**What needs to be done:** For each line in the data that includes "filter", make a copy.

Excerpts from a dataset
● ● ● ●

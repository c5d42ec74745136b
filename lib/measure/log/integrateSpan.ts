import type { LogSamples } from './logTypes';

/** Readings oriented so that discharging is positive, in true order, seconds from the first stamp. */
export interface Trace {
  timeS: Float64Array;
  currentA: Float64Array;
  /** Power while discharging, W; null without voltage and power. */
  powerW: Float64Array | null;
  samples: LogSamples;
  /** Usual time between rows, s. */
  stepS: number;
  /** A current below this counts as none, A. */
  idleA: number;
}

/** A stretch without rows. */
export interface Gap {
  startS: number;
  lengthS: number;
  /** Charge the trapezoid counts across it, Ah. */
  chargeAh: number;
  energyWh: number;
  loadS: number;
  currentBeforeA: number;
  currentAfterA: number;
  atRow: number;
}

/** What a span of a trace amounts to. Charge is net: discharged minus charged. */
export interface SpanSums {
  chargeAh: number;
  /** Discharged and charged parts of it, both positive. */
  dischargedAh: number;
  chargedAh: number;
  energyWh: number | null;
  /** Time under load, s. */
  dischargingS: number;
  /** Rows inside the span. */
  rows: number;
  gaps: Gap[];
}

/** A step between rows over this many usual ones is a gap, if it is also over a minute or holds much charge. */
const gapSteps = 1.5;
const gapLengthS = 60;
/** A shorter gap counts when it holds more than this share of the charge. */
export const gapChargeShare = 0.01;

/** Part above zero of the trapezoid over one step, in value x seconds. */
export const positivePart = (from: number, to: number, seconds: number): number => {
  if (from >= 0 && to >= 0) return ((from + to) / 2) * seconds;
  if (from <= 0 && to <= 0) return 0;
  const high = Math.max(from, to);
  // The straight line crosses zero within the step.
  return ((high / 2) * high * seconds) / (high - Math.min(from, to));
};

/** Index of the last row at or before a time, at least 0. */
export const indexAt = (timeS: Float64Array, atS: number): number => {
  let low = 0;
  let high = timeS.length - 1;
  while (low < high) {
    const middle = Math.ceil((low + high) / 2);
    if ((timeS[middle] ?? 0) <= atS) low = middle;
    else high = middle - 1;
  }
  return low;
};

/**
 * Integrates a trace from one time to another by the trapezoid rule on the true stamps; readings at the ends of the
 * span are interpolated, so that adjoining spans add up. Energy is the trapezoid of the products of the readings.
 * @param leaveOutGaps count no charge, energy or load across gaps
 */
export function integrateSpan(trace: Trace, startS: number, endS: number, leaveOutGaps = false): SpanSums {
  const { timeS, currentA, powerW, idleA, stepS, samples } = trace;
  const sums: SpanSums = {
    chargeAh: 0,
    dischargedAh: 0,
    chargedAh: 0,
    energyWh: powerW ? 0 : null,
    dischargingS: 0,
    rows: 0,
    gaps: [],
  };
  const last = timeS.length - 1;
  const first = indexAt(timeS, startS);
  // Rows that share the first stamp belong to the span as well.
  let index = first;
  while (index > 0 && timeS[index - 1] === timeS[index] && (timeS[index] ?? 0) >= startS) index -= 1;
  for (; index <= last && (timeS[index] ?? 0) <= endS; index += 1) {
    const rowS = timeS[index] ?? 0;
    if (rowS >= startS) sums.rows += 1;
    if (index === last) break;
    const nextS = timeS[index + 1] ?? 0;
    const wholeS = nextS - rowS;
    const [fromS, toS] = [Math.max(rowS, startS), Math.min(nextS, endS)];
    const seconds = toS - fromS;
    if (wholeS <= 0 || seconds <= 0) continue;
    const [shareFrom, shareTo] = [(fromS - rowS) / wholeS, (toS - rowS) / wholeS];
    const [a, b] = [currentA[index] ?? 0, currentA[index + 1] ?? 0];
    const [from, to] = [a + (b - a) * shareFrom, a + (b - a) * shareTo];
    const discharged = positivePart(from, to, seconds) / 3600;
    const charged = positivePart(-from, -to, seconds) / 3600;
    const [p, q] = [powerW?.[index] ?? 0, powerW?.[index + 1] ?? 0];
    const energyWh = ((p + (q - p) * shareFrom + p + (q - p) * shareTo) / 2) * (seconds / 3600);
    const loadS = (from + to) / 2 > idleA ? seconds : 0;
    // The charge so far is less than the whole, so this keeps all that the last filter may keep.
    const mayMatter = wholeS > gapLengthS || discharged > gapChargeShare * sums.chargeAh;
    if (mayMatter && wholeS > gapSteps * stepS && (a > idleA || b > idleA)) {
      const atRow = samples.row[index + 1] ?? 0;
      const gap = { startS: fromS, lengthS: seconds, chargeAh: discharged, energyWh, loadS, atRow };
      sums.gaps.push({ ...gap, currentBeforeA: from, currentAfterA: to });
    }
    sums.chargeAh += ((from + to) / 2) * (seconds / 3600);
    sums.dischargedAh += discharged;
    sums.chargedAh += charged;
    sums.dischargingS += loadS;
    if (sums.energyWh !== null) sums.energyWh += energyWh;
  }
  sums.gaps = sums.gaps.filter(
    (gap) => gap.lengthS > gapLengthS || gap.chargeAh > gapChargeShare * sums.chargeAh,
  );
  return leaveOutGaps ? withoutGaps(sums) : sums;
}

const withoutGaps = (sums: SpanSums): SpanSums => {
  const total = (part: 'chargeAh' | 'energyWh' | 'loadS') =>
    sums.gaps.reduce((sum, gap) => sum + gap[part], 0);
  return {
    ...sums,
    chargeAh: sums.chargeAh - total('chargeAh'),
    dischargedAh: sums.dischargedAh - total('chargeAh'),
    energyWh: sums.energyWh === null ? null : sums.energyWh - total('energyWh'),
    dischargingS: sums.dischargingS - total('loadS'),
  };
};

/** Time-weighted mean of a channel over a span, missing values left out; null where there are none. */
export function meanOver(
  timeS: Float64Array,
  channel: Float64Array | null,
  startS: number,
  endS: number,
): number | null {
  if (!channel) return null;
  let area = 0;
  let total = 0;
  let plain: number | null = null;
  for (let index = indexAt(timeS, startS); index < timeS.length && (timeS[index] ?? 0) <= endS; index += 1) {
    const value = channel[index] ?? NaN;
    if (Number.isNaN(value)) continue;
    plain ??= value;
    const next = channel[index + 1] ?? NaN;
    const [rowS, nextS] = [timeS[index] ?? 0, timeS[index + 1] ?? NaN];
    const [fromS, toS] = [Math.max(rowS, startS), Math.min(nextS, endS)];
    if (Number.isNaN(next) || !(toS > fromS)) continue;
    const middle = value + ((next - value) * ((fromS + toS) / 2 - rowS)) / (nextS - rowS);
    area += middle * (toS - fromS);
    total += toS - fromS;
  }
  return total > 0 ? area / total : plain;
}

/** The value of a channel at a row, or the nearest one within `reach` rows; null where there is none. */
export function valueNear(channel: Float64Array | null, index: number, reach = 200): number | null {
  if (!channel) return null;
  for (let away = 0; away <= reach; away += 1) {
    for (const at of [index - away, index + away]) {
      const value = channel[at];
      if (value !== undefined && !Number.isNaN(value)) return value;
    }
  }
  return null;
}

● ● ● ●

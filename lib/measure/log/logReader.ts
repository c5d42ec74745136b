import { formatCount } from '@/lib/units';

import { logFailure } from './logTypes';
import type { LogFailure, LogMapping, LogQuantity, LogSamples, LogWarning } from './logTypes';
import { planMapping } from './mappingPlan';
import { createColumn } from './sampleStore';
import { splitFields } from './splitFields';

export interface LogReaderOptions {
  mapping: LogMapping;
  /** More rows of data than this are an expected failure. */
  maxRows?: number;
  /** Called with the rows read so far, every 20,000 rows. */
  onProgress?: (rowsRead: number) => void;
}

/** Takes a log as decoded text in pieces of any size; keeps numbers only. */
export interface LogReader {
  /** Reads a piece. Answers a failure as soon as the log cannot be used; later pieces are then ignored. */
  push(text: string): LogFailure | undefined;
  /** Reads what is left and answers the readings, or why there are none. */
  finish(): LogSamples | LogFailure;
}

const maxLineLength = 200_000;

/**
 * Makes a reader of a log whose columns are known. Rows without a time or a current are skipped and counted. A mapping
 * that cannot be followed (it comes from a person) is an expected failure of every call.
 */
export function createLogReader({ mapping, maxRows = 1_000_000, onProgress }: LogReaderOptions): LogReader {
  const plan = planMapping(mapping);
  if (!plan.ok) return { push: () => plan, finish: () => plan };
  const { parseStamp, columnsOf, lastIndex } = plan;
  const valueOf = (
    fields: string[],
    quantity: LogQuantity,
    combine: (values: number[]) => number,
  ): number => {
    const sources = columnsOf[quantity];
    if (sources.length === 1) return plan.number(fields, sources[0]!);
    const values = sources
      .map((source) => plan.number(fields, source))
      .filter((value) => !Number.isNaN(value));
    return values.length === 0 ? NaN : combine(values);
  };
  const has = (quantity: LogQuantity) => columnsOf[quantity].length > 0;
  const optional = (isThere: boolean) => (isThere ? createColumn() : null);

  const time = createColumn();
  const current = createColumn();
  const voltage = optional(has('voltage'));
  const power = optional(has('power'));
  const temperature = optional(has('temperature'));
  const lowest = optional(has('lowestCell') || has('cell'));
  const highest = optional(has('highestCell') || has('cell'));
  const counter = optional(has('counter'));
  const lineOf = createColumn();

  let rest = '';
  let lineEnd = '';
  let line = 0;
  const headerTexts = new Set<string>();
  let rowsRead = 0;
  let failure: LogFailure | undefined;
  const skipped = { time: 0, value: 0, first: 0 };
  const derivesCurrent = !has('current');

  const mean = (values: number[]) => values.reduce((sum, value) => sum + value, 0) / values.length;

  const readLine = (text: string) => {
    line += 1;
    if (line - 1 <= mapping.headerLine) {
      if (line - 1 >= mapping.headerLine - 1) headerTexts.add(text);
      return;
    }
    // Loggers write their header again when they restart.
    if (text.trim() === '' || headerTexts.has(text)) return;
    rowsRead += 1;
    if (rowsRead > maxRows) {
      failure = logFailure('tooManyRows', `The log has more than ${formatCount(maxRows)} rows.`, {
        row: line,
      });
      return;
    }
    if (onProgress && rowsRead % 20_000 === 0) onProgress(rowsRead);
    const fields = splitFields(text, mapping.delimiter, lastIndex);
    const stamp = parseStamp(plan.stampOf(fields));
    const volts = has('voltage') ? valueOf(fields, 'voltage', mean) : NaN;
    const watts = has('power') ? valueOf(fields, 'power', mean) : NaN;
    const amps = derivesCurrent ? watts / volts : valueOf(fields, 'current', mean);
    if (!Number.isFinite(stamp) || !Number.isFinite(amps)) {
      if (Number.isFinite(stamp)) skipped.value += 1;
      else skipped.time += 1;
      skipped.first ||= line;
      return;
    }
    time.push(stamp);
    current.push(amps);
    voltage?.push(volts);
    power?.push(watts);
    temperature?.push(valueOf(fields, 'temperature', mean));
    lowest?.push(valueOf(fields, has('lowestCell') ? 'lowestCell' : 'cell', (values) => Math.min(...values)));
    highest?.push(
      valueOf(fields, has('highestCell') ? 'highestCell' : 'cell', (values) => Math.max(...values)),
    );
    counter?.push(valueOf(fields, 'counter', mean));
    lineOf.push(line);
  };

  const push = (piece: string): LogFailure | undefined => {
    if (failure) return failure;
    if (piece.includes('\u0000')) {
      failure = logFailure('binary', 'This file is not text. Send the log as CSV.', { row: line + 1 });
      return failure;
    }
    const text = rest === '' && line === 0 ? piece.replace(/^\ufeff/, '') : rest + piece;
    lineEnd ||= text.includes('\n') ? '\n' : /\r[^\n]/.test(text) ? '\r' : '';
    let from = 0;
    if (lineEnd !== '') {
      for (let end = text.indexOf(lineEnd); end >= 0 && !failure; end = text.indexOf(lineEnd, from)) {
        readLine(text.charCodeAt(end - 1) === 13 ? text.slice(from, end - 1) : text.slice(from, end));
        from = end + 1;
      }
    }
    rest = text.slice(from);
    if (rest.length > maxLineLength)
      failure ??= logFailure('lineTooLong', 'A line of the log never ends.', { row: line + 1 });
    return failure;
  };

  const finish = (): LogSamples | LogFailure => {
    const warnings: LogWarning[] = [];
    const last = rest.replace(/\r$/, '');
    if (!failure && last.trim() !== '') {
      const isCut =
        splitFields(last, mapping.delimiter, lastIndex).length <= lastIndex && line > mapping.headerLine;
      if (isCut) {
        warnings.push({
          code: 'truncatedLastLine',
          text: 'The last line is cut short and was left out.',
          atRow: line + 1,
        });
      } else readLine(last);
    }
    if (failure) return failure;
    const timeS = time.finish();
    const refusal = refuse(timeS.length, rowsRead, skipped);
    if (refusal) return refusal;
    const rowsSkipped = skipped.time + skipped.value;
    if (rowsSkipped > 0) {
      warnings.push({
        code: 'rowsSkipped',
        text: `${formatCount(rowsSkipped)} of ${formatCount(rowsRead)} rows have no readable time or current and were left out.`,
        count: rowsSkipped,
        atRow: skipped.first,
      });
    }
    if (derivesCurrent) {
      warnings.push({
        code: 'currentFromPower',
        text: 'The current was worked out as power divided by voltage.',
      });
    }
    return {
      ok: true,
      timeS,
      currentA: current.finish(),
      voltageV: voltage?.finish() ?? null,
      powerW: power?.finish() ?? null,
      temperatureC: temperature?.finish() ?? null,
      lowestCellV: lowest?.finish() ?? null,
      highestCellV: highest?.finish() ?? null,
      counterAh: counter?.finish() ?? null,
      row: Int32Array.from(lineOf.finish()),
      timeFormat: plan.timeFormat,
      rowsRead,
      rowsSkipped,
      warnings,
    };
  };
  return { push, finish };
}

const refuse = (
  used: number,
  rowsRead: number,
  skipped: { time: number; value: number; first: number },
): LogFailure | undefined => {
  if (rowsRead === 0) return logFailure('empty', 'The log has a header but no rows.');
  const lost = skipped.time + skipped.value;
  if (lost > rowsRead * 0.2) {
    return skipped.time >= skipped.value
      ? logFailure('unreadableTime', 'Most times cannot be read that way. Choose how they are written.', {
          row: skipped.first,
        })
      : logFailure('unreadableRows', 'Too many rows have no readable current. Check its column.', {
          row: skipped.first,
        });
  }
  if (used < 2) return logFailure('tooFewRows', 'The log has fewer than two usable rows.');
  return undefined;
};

● ● ● ●

**Answer:**
    // The charge so far is less than the whole, so this keeps all that the last filter may keep.
  sums.gaps = sums.gaps.filter(
      .filter((value) => !Number.isNaN(value));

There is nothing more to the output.